• [Work order]:
Using the data beneath this instruction, retype only the lines from the one that contains "from ..fields import" down to the one that contains "def register(contract: Contract)", both included, exactly as they appear.

• [Listed entries]:

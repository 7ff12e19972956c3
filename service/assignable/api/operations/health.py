"""Whether the process answers, and whether it computes rightly; neither needs a place to compute."""

from __future__ import annotations

from functools import cache, partial

from ..answers import CONTRACT_VERSION, service_version
from ..contract import Contract
from ..fields import AnswerShape, Choice, StrictString
from ..problems import NOT_READY, Problem

TAG = "Running it"


class Health(AnswerShape):
    """The state of the service."""

    status = Choice("pass", required=True, metadata={"description": "That all is well."})
    version = StrictString(required=True, metadata={"description": "Of the program."})
    contract = StrictString(required=True, metadata={"description": "Of this document."})


def register(contract: Contract) -> None:
    """Binds the health operations."""
    contract.tag(TAG, "For whoever runs the service.")
    contract.operation(
        "GET",
        "/health/live",
        operation_id="getLiveness",
        tag=TAG,
        summary="Whether the process answers",
        description="Answers as long as the process does; checks nothing.",
        response=Health(),
        computes=False,
        cache_seconds=None,
    )(_state)
    contract.operation(
        "GET",
        "/health/ready",
        operation_id="getReadiness",
        tag=TAG,
        summary="Whether the service takes work",
        description="Answers once the numerics are loaded and a known factor is computed rightly.",
        response=Health(),
        problems=(NOT_READY,),
        computes=False,
        cache_seconds=None,
    )(partial(_ready, contract))


def _state() -> dict[str, str]:
    return {"status": "pass", "version": service_version(), "contract": CONTRACT_VERSION}


def _ready(contract: Contract) -> dict[str, str]:
    try:
        right = bool(contract.operations) and self_test()
    except Exception as error:
        raise Problem(NOT_READY) from error
    if not right:
        raise Problem(NOT_READY)
    return _state()


@cache
def self_test() -> bool:
    """Whether a known value comes out: d2 of five, 2.32593 [tippett-1925]."""
    from ...spc.factors import d2

    return abs(d2(5) - 2.32593) < 5e-5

• [Result of this task]:
from ..fields import AnswerShape, Choice, StrictString
from ..problems import NOT_READY, Problem

TAG = "Running it"


class Health(AnswerShape):
    """The state of the service."""

    status = Choice("pass", required=True, metadata={"description": "That all is well."})
    version = StrictString(required=True, metadata={"description": "Of the program."})
    contract = StrictString(required=True, metadata={"description": "Of this document."})


def register(contract: Contract) -> None:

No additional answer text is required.